01-09-01-02-01 1) En cas d’annulation, par une décision du juge d’appel, du jugement ayant prononcé l’annulation de la décision portant révocation d’un agent public, et sous réserve que les motifs de cette décision juridictionnelle ne fassent pas par eux-mêmes obstacle à une nouvelle décision de révocation, l’autorité compétente ne peut retirer la décision de réintégration prise en exécution du premier jugement que dans un délai raisonnable de quatre mois à compter de la notification à l’administration de la décision rendue en appel. ...2) Passé ce délai et dans le cas où un pourvoi en cassation a été introduit contre l’arrêt ayant confirmé la révocation de l’agent, l’autorité compétente dispose à nouveau de la faculté de retirer la décision de réintégration, dans un délai raisonnable de quatre mois à compter de la réception de la décision qui rejette le pourvoi ou de la notification de la décision qui, après cassation, confirme en appel l’annulation du premier jugement. Dans tous les cas, elle doit, avant de procéder au retrait, inviter l’agent à présenter ses observations.



CONSEIL D'ETAT

Statuant au contentieux

N° 451500

Séance du 18 novembre 2022

Lecture du 09 décembre 2022

REPUBLIQUE FRANÇAISE

AU NOM DU PEUPLE FRANÇAIS

Le Conseil d'Etat statuant au contentieux

(Section du contentieux, Section du Contentieux)


Vu la procédure suivante :

M. B A a demandé au juge des référés du tribunal administratif de Montreuil de suspendre l'exécution de l'arrêté du 19 janvier 2021 par lequel le département de la Seine-Saint-Denis a retiré la décision du 8 septembre 2017 qui avait suspendu, à compter du 13 juillet 2017, l'exécution de la décision du 26 avril 2017 prononçant sa révocation et l'avait réintégré provisoirement dans ses fonctions. Par une ordonnance n° 2102787 du 25 mars 2021, le juge des référés du tribunal administratif de Montreuil, statuant sur le fondement de l'article L. 521-1 du code de justice administrative🏛, a suspendu l'exécution de la décision du 19 janvier 2021 et a enjoint au département de la Seine-Saint-Denis de réintégrer M. A jusqu'à ce qu'il soit statué au fond.

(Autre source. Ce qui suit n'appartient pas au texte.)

def test_dask_cluster_gives_the_same_file(library, tmp_path, monkeypatch):
    distributed = pytest.importorskip("distributed")  # the 'test' extra installs it; CI runs this
    from ppp.batch.runner import THREAD_ENV
    inp, ref = library
    for key, val in THREAD_ENV.items():  # as docs/batch.md asks of cluster workers
        monkeypatch.setenv(key, val)
    with distributed.LocalCluster(n_workers=2, threads_per_worker=1, processes=True, host="127.0.0.1",
                                  dashboard_address=None) as cluster:
        assert cluster.scheduler_address.startswith("tcp://127.0.0.1:")
        out = tmp_path / "dask.h5"
        summary = run(inp, out, scheduler=cluster.scheduler_address)
        assert summary.complete and "Dask" in summary.workers
    assert_same_results(ref, out)


def test_shards_merged_equal_the_whole_run(library, tmp_path):
    inp, ref = library
    parts = []
    for k in (1, 2, 3):
        p = tmp_path / f"shard{k}.h5"
        # shard 1 on a cluster ppp starts itself (loopback only), the others on local processes
        run(inp, p, jobs=2 if k == 1 else 1, shard=(k, 3), scheduler="local" if k == 1 else None)
        parts.append(p)
    with ResultsFile(parts[0]) as rf:
        assert set(rf.column("input_index") % 3) == {0}
    merged = tmp_path / "merged.h5"
    rep = merge([parts[1], parts[0], parts[2], parts[1]], merged)  # a shard given twice
    assert rep["complete"] and rep["rows"] == n_rows(ref) and rep["duplicates_dropped"] == n_rows(parts[1])
    assert_same_results(ref, merged, ignore_attrs=("shard",))
    with pytest.raises(StorageError, match="exists"):
        merge(parts, merged)
    # an incomplete set of shards is marked so that it can never be taken for a whole run
    partial = tmp_path / "partial.h5"
    rep = merge(parts[:2], partial)
    assert not rep["complete"]
    with ResultsFile(partial) as rf:
        assert rf.attrs["shard"] == "merged" and rf.attrs["status"] == "incomplete"


def test_different_input_or_options_refuse_to_resume(library, tmp_path):
    inp, ref = library
    with pytest.raises(StorageError, match="differs in: options"):
        run(inp, ref, jobs=1, options=ppp.Options(n_singlets=3))
    other = tmp_path / "other.smi"
    other.write_text("C=CC=C\n")
    with pytest.raises(StorageError, match="input_sha256"):
        run(other, ref, jobs=1)
    summary = run(inp, ref, jobs=1)  # complete file, same run: nothing to do
    assert summary.complete and summary.written == 0


# -- export ----------------------------------------------------------------------------------------
def test_export_csv_filters_by_status(library, tmp_path):
    inp, ref = library
    out = tmp_path / "all.csv"
    n = export(ref, out)
    with open(out, newline="") as fh:
        rows = list(csv.DictReader(fh))
    assert n == len(rows) == n_rows(ref)
    with ResultsFile(ref) as rf:
        s1 = rf.column("s1_nm")
        ok = rf.column("status") == 0
    got = np.array([float(r["s1_nm"]) if r["s1_nm"] else np.nan for r in rows])
    assert np.array_equal(got, s1, equal_nan=True)  # full precision survives the CSV
    bad = tmp_path / "failed.csv"
    assert export(ref, bad, status="failed") == int((~ok).sum())
    with open(bad, newline="") as fh:
        failed = list(csv.DictReader(fh))
    assert {r["name"] for r in failed} >= {name for _, name, _ in BAD_LINES}
    assert all(r["status"] == "failed" and r["error_message"] for r in failed)
    with pytest.raises(StorageError, match="exists"):
        export(ref, out)
    with pytest.raises(StorageError, match="would replace the results file"):
        export(ref, ref, overwrite=True)
    assert n_rows(ref) == len(rows)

Par un pourvoi sommaire et un mémoire complémentaire, enregistrés les 8 et 19 avril 2021 au secrétariat du contentieux du Conseil d'Etat, le département de la Seine-Saint-Denis demande au Conseil d'Etat :

1°) d'annuler cette ordonnance ;

2°) statuant en référé, de rejeter la demande de M. A ;

3°) de mettre à la charge de M. A la somme de 3 000 euros au titre de l'article L. 761-1 du code de justice administrative🏛.

Vu les autres pièces du dossier ;

Vu :

- la loi n° 83-634 du 13 juillet 1983🏛 ;

- la loi n° 84-53 du 26 janvier 1984🏛 ;

- l'ordonnance n° 2020-1402 du 18 novembre 2020🏛 ;

- le code de justice administrative ;

Après avoir entendu en séance publique :

- le rapport de Mme Juliana Nahra, maître des requêtes en service extraordinaire,

- les conclusions de Mme Marie-Gabrielle Merloz, rapporteure publique ;

La parole ayant été donnée, après les conclusions, à la SCP Marlange, de la Burgade, avocat du département de la Seine-Saint-Denis, et à la SCP Thouvenin, Coudray, Grevy, avocat de M. B A ;

Considérant ce qui suit :

1. Il ressort des pièces du dossier soumis au juge des référés du tribunal administratif de Montreuil que M. A, adjoint administratif de seconde classe au sein du département de la Seine-Saint-Denis depuis 2012, a été titularisé dans le corps des adjoints administratifs territoriaux à compter du 1er septembre 2013. Par une décision du 26 avril 2017, le président du conseil départemental de la Seine-Saint-Denis a infligé à M. A la sanction disciplinaire de révocation à compter du 15 mai 2017. L'exécution de cette sanction a d'abord été suspendue par une ordonnance du juge des référés du tribunal administratif de Montreuil du 13 juillet 2017, qui a ordonné la réintégration provisoire de l'intéressé, puis la sanction a été annulée par un jugement du 22 janvier 2018, lequel a ordonné la réintégration de l'intéressé à compter du 15 mai 2017. Toutefois, le département de la Seine-Saint-Denis a fait appel de ce jugement et la cour administrative d'appel de Versailles l'a annulé par un arrêt du 4 décembre 2019. Cet arrêt a fait l'objet d'un pourvoi en cassation, pendant devant le Conseil d'Etat. Entretemps, en exécution de l'ordonnance de suspension du juge des référés du 13 juillet 2017, le président du conseil départemental de la Seine-Saint-Denis avait, par une décision du 8 septembre 2017, réintégré, à titre provisoire, M. A. Par une décision du 19 janvier 2021, la même autorité a retiré cette décision du 8 septembre 2017. M. A a demandé au juge des référés, statuant sur le fondement des dispositions de l'article L. 521-1 du code de justice administrative🏛, de suspendre l'exécution de la décision du 19 janvier 2021. Par une ordonnance du 25 mars 2021, le juge des référés du tribunal administratif de Montreuil a fait droit à sa demande. Le département de la Seine-Saint-Denis se pourvoit en cassation contre cette ordonnance.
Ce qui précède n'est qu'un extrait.